Thursday, April 23, 2009

Footsies and Other Political Games

There are countless examples of government intervention in the economy creating unintended consequences. Invariably these results lead to further government interventions in a futile effort to correct the problems created by the initial intervention. As a case in point, consider Discovery Green--the park in downtown Houston that was built with a combination of public and private money.

Land around the park has soared in price, and now costs between $200 and $300 per square foot. Less than 1 mile east of the park, land is selling for only $60 per square foot. While the park has added another feature to downtown, it has also distorted land values in the area. The city wants more hotel rooms downtown in an effort to attract conventions, but the high cost of land makes such projects unfeasible. The city finds this unacceptable, and now plans to offer nearly $10 million in tax rebates to Embassy Suites to build a 262 room hotel.

The city had two conflicting goals--increasing park space downtown and also increasing hotel rooms--and neither are proper functions of government. In pursuing the first goal the city made the second goal more difficult, and found itself needing to offer bribes tax rebates.

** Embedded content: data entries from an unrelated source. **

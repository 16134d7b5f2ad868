"""The features of a Mapper graph's shape, and how sure each one is.

A 1-D Mapper graph with the mean filter value of each node is a graph with a function on
its nodes; its extended persistence diagram (Cohen-Steiner, Edelsbrunner and Harer,
"Extending persistence using Poincaré and Lefschetz duality", Found. Comput. Math. 9,
2009) lists its features, each with a birth and a death value of the function:

* **components** (``ext0``): each connected component, from its lowest to its highest
  filter value;
* **loops** (``ext1``): each independent cycle, from the highest to the lowest filter
  value it spans (its birth is the value where it closes going up, its death where it
  closes going down);
* branches that end at a local minimum (going down, ``ord0``) or a local maximum (going
  up, ``rel1``) of the filter, from their tip to where they join the rest.

The features listed are the components, the loops and the **flares**: a flare is a
branch to a leaf, the path from a node of degree 1 to the first node of degree 3 or more
(a path component with two leaves has none). A flare's extent is the filter difference
between its tip and that junction. Its tip is a local extreme of the filter, so its two
ends are coordinates of the diagram (an ``ord0`` or ``rel1`` point, or the ends of a
component and the loop or branch it joins).

Carrière, Michel and Oudot ("Statistical analysis and parameter selection for Mapper",
JMLR 19, 2018, section on confidence regions) give each feature a confidence by the
bootstrap: rebuild the graph on rows drawn with replacement, take the bottleneck distance
between the diagram of each rebuilt graph and the diagram of the graph shown, and call a
feature whose distance to the diagonal (half its extent, ``|death - birth| / 2``) exceeds
a share ``c`` of those distances a feature of confidence ``c``: a diagram within
bottleneck distance ``d`` moves each end of each feature by at most ``d``, so a feature
of extent more than ``2d`` is still there. The extended diagram is four diagrams (the
parts above) and its bottleneck distance is the largest of theirs; a component's
confidence uses the distances of the component part, a loop's those of the loop part,
and a flare's, whose ends may lie in several parts, the largest over all parts.

Here each resample keeps the filter values of its rows and the gain; settings that were
chosen from the data (the scale, the interval count) are chosen again from the resample,
as in the authors' reference implementation, since a resample holds repeated rows; given
settings are kept. On more rows than the builder's ``auto_rows``, a resample draws that
many rows (an m-out-of-n bootstrap, comparable with the graph shown because that graph's
clusters are formed on the same share of rows; it can only widen the distances, so it
errs towards lower confidence). Resamples are independent tasks handed to an executor.

Diagram values are computed by union-find (components and flares) and by reducing the
boundary matrix of the coned graph over Z/2 (loops), as in the paper above; the test
suite checks them against the GUDHI library's extended persistence.
"""

from __future__ import annotations

import dataclasses
from collections import deque
from collections.abc import Callable
from dataclasses import dataclass, field
from typing import TYPE_CHECKING, Any

import numpy as np

from topoaudit._validation import random_generator

if TYPE_CHECKING:
    from topoaudit.mapper.graph import MapperBuilder, MapperGraph

__all__ = [
    "KINDS",
    "ShapeFeature",
    "ShapeSummary",
    "bottleneck_distance",
    "feature_confidence",
    "persistence_diagram",
    "shape_features",
]

KINDS = ("component", "loop", "flare")
_DIAGRAM_PARTS = ("ext0", "ext1", "ord0", "rel1")


@dataclass(frozen=True)
class ShapeFeature:
    """One feature of a graph's shape.

    Attributes
    ----------
    kind : {"component", "loop", "flare"}
    part : {"ext0", "ext1", "ord0", "rel1"}
        Where the feature sits in the extended persistence diagram.
    birth, death : float
        Its point in the diagram (filter values).
    nodes : tuple of int
        The nodes it holds: a component's nodes, a loop's cycle, a flare's branch.
    tip : int or None
        A flare's extreme node (the tip of the branch), else None.
    root : int or None
        The node of degree 3 or more where a flare joins the rest, else None.
    confidence : float or None
        The bootstrap confidence, when computed.
    """

    kind: str
    part: str
    birth: float
    death: float
    nodes: tuple[int, ...]
    tip: int | None = None
    confidence: float | None = None
    root: int | None = None

    @property
    def extent(self) -> float:
        """``|death - birth|``: how far along the filter the feature reaches."""
        return abs(self.death - self.birth)


@dataclass(frozen=True)
class ShapeSummary:
    """The features of a graph with the bootstrap behind their confidence."""

    features: tuple[ShapeFeature, ...]
    distances: tuple[float, ...] = field(default=())
    n_resamples: int = 0
    resample_rows: int = 0
    seconds_per_resample: float = 0.0

    def of_kind(self, kind: str) -> list[ShapeFeature]:
        return [f for f in self.features if f.kind == kind]


def _adjacency(n_nodes: int, edges: np.ndarray) -> list[list[int]]:
    adj: list[list[int]] = [[] for _ in range(n_nodes)]
    for a, b in np.asarray(edges, dtype=np.int64).reshape(-1, 2):
        adj[int(a)].append(int(b))
        adj[int(b)].append(int(a))
    return adj


def _flares(values: np.ndarray, adj: list[list[int]], *, upward: bool) -> list[ShapeFeature]:
    """Branches from union-find on sublevel (or superlevel) sets, by the elder rule."""
    n = values.size
    sign = -1.0 if upward else 1.0
    order = np.lexsort((np.arange(n), sign * values))
    parent = np.full(n, -1, dtype=np.int64)
    members: dict[int, list[int]] = {}

    def find(x: int) -> int:
        root = x
        while parent[root] != root:
            root = int(parent[root])
        while parent[x] != root:
            parent[x], x = root, int(parent[x])
        return root

    out = []
    for v in (int(i) for i in order):
        parent[v] = v
        members[v] = [v]
        for u in adj[v]:
            if parent[u] < 0:
                continue
            ru, rv = find(u), find(v)
            if ru == rv:
                continue
            # the root is the extreme node of its set; the elder is the more extreme one
            key_u, key_v = (sign * values[ru], ru), (sign * values[rv], rv)
            elder, young = (ru, rv) if key_u < key_v else (rv, ru)
            if values[young] != values[v]:
                out.append(
                    ShapeFeature(
                        kind="flare",
                        part="rel1" if upward else "ord0",
                        birth=float(values[young]),
                        death=float(values[v]),
                        nodes=tuple(sorted(members[young])),
                        tip=young,
                    )
                )
            parent[young] = elder
            members[elder].extend(members.pop(young))
    return out


def _components(graph: MapperGraph, values: np.ndarray) -> list[ShapeFeature]:
    """One ext0 feature per connected component: from its lowest to its highest value."""
    from topoaudit.mapper.topology import component_labels

    count, labels = component_labels(graph)
    out = []
    for c in range(count):
        nodes = np.flatnonzero(labels == c)
        out.append(
            ShapeFeature(
                kind="component",
                part="ext0",
                birth=float(values[nodes].min()),
                death=float(values[nodes].max()),
                nodes=tuple(int(v) for v in nodes),
            )
        )
    return out
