def test_single_linkage_samples_large_elements_deterministically():
    rng = np.random.default_rng(4)
    X = np.concatenate([rng.normal(size=(200, 2)), rng.normal(size=(200, 2)) + 10])
    clusterer = SingleLinkage(max_sample=60, random_state=3)
    labels = clusterer.fit_predict(X)
    again = SingleLinkage(max_sample=60, random_state=3).fit_predict(X)
    np.testing.assert_array_equal(labels, again)
    assert same_partition(labels, np.repeat([0, 1], 200))
    # documented behaviour: the sample is clustered exactly and every other row takes the
    # label of its nearest sampled row (nearest by scipy.spatial.distance.cdist)
    sample = clustering._sample(400, 60, 3)
    assert sample.size == 60
    np.testing.assert_array_equal(labels[sample], SingleLinkage().fit_predict(X[sample]))
    nearest = sample[np.argmin(cdist(X, X[sample]), axis=1)]
    np.testing.assert_array_equal(labels, labels[nearest])


# --- AutoDBSCAN -------------------------------------------------------------------------


@pytest.mark.parametrize(
    ("min_samples", "eps_quantile"),
    [(5, 0.9), (3, 0.5), (8, 1.0), (1, 0.7)],
    ids=["defaults", "k3-median", "k8-max", "k1"],
)
def test_auto_dbscan_radius_is_the_k_distance_quantile(mixed_shapes, min_samples, eps_quantile):
    clusterer = AutoDBSCAN(min_samples=min_samples, eps_quantile=eps_quantile)
    # reference: k-distances from sklearn.neighbors.NearestNeighbors (Ester et al., 1996,
    # read the radius off the sorted k-distance plot), and numpy's quantile of them
    ref_eps = np.quantile(kth_neighbour_distances(mixed_shapes, min_samples), eps_quantile)
    assert clusterer.radius(mixed_shapes) == pytest.approx(ref_eps, rel=1e-9)
    # reference: sklearn.cluster.DBSCAN at that radius
    ref = DBSCAN(eps=ref_eps, min_samples=min_samples).fit_predict(mixed_shapes)
    np.testing.assert_array_equal(clusterer.fit_predict(mixed_shapes), ref)


def test_auto_dbscan_with_a_given_eps_is_plain_dbscan(mixed_shapes):
    labels = AutoDBSCAN(eps=0.4, min_samples=4).fit_predict(mixed_shapes)
    # reference: sklearn.cluster.DBSCAN with the same parameters
    np.testing.assert_array_equal(labels, DBSCAN(eps=0.4, min_samples=4).fit_predict(mixed_shapes))
    assert (labels == -1).any()


def test_auto_dbscan_samples_its_k_distances_deterministically(mixed_shapes):
    clusterer = AutoDBSCAN(max_sample=40, random_state=2)
    radius = clusterer.radius(mixed_shapes)
    assert radius == AutoDBSCAN(max_sample=40, random_state=2).radius(mixed_shapes)
    # documented behaviour: the quantile of the sampled rows' k-distances against all rows
    sample = clustering._sample(mixed_shapes.shape[0], 40, 2)
    ref = np.quantile(kth_neighbour_distances(mixed_shapes, 5)[sample], 0.9)
    assert radius == pytest.approx(ref, rel=1e-9)


def test_auto_dbscan_min_rows_is_min_samples():
    assert AutoDBSCAN(min_samples=7).min_rows == 7
    assert AutoDBSCAN(min_samples=1).min_rows == 2


def test_auto_dbscan_radius_stays_positive_on_duplicated_rows():
    X = np.zeros((10, 2))
    assert AutoDBSCAN().radius(X) > 0
    assert AutoDBSCAN().fit_predict(X).tolist() == [0] * 10


# --- SilhouetteKMedoids -------------------------------------------------------------------


def test_kmedoids_finds_three_well_separated_blobs(three_blobs):
    X, truth = three_blobs
    labels = SilhouetteKMedoids().fit_predict(X)
    assert same_partition(labels, truth)


def test_kmedoids_keeps_a_single_blob_whole():
    X = np.random.default_rng(5).normal(size=(60, 2))
    assert SilhouetteKMedoids().fit_predict(X).tolist() == [0] * 60


@pytest.mark.parametrize("k", [2, 3, 4], ids=["k=2", "k=3", "k=4"])
def test_kmedoids_with_fixed_n_clusters_matches_sklearn_extra(three_blobs, k):
    from sklearn_extra.cluster import KMedoids

    X, _ = three_blobs
    labels = SilhouetteKMedoids(n_clusters=k).fit_predict(X)
    assert len(set(labels.tolist())) == k
    # reference: sklearn_extra.cluster.KMedoids on the Euclidean metric, same settings
    ref = KMedoids(
        n_clusters=k, metric="euclidean", method="alternate", init="build", random_state=0
    ).fit_predict(X)
    assert same_partition(labels, ref)


def test_kmedoids_samples_large_elements_deterministically(three_blobs):
    X, truth = three_blobs
    labels = SilhouetteKMedoids(max_sample=20, random_state=4).fit_predict(X)
    again = SilhouetteKMedoids(max_sample=20, random_state=4).fit_predict(X)
    np.testing.assert_array_equal(labels, again)
    assert same_partition(labels, truth)


def test_kmedoids_min_rows_is_three_or_n_clusters():
    assert SilhouetteKMedoids().min_rows == 3
    assert SilhouetteKMedoids(n_clusters=5).min_rows == 5


# --- HDBSCANClusterer ---------------------------------------------------------------------


def test_hdbscan_labels_equal_sklearn_hdbscan(three_blobs):
    from sklearn.cluster import HDBSCAN

    X, truth = three_blobs
    labels = HDBSCANClusterer(min_cluster_size=5).fit_predict(X)
    # reference: sklearn.cluster.HDBSCAN with the same settings
    ref = HDBSCAN(min_cluster_size=5, copy=True).fit_predict(X)
    np.testing.assert_array_equal(labels, ref)
    assert same_partition(labels[labels >= 0], truth[labels >= 0])


def test_hdbscan_min_rows_is_min_cluster_size():
    assert HDBSCANClusterer(min_cluster_size=8).min_rows == 8
    assert HDBSCANClusterer().min_rows == 5


def test_hdbscan_rejects_a_min_cluster_size_below_two():
    with pytest.raises(
        ParameterError,
        match=re.escape("The 'min_cluster_size' parameter of HDBSCANClusterer must be an int"),
    ):
        HDBSCANClusterer(min_cluster_size=1).check()


# --- EstimatorClusterer -------------------------------------------------------------------


def test_estimator_clusterer_gives_the_labels_of_sklearn_kmeans(three_blobs):
    X, _ = three_blobs
    kmeans = KMeans(n_clusters=4, n_init=3, random_state=0)
    labels = EstimatorClusterer(kmeans).fit_predict(X)
    # reference: the same sklearn.cluster.KMeans, fitted directly
    ref = KMeans(n_clusters=4, n_init=3, random_state=0).fit_predict(X)
    np.testing.assert_array_equal(labels, ref)
    assert not hasattr(kmeans, "cluster_centers_"), "the estimator is cloned, not fitted"


@pytest.mark.parametrize(
    ("estimator", "min_rows"),
    [
        (KMeans(n_clusters=6, n_init=1), 6),
        (KMeans(n_clusters=1, n_init=1), 2),
        (DBSCAN(), 2),
    ],
    ids=["kmeans-6", "kmeans-1", "dbscan"],
)
def test_estimator_clusterer_min_rows_is_n_clusters(estimator, min_rows):
    assert EstimatorClusterer(estimator).min_rows == min_rows


def test_estimator_clusterer_uses_an_object_that_cannot_be_cloned():
    class Halves:
        def fit_predict(self, X):
            return (np.arange(len(X)) >= len(X) // 2).astype(int)

    labels = EstimatorClusterer(Halves()).fit_predict(np.zeros((6, 1)))
    assert labels.tolist() == [0, 0, 0, 1, 1, 1]


def test_fit_predict_records_the_fit_time():
    clusterer = SingleLinkage()
    clusterer.fit_predict(np.random.default_rng(0).normal(size=(30, 2)))
    assert clusterer.fit_seconds_ >= 0.0


# --- relabel --------------------------------------------------------------------------------


@pytest.mark.parametrize(
    ("labels", "expected"),
    [
        ([7, 7, -1, 3, 7, 3], [0, 0, -1, 1, 0, 1]),
        ([2, 1, 0], [0, 1, 2]),
        ([0, 1, 2], [0, 1, 2]),
        ([-1, -1], [-1, -1]),
        ([-1, 5, -1, 5], [-1, 0, -1, 0]),
        ([], []),
    ],
    ids=["docstring", "reversed", "already-ordered", "all-noise", "noise-first", "empty"],
)
def test_relabel_numbers_clusters_by_first_appearance(labels, expected):
    assert relabel(np.array(labels, dtype=np.int64)).tolist() == expected


def test_relabel_matches_a_first_appearance_loop_on_random_labels():
    labels = np.random.default_rng(6).integers(-1, 12, size=500) * 13
    labels[labels < 0] = -1
    seen: dict[int, int] = {}
    ref = []
    for v in labels.tolist():  # reference: the definition, one label at a time
        if v < 0:
            ref.append(-1)
        else:
            ref.append(seen.setdefault(v, len(seen)))
    assert relabel(labels).tolist() == ref


# --- make_clusterer and parameter checks ----------------------------------------------------


@pytest.mark.parametrize(
    ("name", "cls"),
    [
        ("single_linkage", SingleLinkage),
        ("dbscan", AutoDBSCAN),
        ("kmedoids", SilhouetteKMedoids),
        ("hdbscan", HDBSCANClusterer),
    ],
    ids=["single_linkage", "dbscan", "kmedoids", "hdbscan"],
)
def test_make_clusterer_builds_the_named_clusterer(name, cls):
    assert type(make_clusterer(name)) is cls


def test_make_clusterer_passes_parameters_and_wraps_estimators():
    assert make_clusterer("dbscan", min_samples=3).min_samples == 3
    made = make_clusterer(KMeans(n_clusters=2, n_init=1))
    assert isinstance(made, EstimatorClusterer)
    same = SingleLinkage(cut="gap")
    assert make_clusterer(same) is same


def test_make_clusterer_rejects_an_unknown_name_with_a_suggestion():
    with pytest.raises(
        UnknownNameError, match=r"Unknown clusterer 'kmedoid'.*Did you mean 'kmedoids'\?"
    ):
        make_clusterer("kmedoid")


def test_make_clusterer_rejects_parameters_the_clusterer_does_not_take():
    with pytest.raises(
        ParameterError, match=re.escape("Clusterer 'dbscan' does not take these parameters: ['k']")
    ):
        make_clusterer("dbscan", k=3)


def test_make_clusterer_rejects_an_object_without_fit_predict():
    with pytest.raises(ParameterError, match=r"an object with fit_predict; got int\."):
        make_clusterer(3)


@pytest.mark.parametrize(
    ("clusterer", "fragment"),
    [
        (SingleLinkage(cut="middle"), "The 'cut' parameter of SingleLinkage must be one of"),
        (SingleLinkage(k=0), "The 'k' parameter of SingleLinkage must be an int in the range"),
        (SingleLinkage(quantile=0.0), "The 'quantile' parameter of SingleLinkage must be a"),
        (SingleLinkage(n_bins=1), "The 'n_bins' parameter of SingleLinkage must be an int"),
        (AutoDBSCAN(eps=0.0), "The 'eps' parameter of AutoDBSCAN must be a number in the range"),
        (AutoDBSCAN(random_state=-1), "The 'random_state' parameter of AutoDBSCAN must be"),
        (SilhouetteKMedoids(max_clusters=1), "The 'max_clusters' parameter of SilhouetteKMedoids"),
    ],
    ids=["cut", "k", "quantile", "n_bins", "eps", "random_state", "max_clusters"],
)
def test_clusterers_reject_parameters_outside_their_range(clusterer, fragment):
    with pytest.raises(ParameterError, match=re.escape(fragment)):
        clusterer.fit_predict(np.zeros((10, 2)))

I am sure that city officials would argue that additional downtown hotel rooms will be good for the city. We can attract more conventions and the millions of dollars that they bring to the local economy. Construction on the project will create jobs. And the city will eventually reap scads of tax dollars. This may be true, but what other distortions will this scheme create? And what about those who do not receive these cushy political favors?

Mayor Green White has taken it upon himself to transform Houston into his image of what the city should be. He wants Houston to be a world-class city and thinks that we need a downtown park, lots of hotel rooms, light rail, and green building codes in order to rate such a designation.

But I have news for our dear mayor--Houston is a world-class city and it has nothing to do with dog walks, model trains, or funny looking light bulbs. It has to do with freedom and the right of individuals to live their lives as they choose. It has to do with the affordable housing and lower cost of living that results when government stays out of our lives. It has to do with a healthy economy and expanding job market.

Houston's success as an economic powerhouse was achieved despite the lack of feel-good, politically correct programs being touted by the mayor. Houston attracts conventions, but not the kind the mayor wants to attract. Houston businessmen create jobs, but they aren't green enough for White. And when White is unhappy with the decisions that private individuals make, he is more than willing to use a combination of incentives and punishments to get the desired actions.

For example, if he doesn't like your proposed multi-use project, he will use whatever means available to him to stop it. This might include revoking permits that have already been issued, or pressing for a new ordinance aimed specifically at your project, or some other nefarious tactic. If however, he likes your project he may grant you tax breaks or some other political favor.

White continues to play these political games, and he will continue to get unintended consequences. He will distort the market in an attempt to mold the city into his vision, and then he (or future city officials) will deal with those distortions through further interventions.

If White were omniscient and infallible, then his interventions might be somewhat excusable. But he isn't and they aren't. His interventions are violating the rights of all Houstonians, and setting the city on a course that will greatly undermine our freedom and our economic prosperity.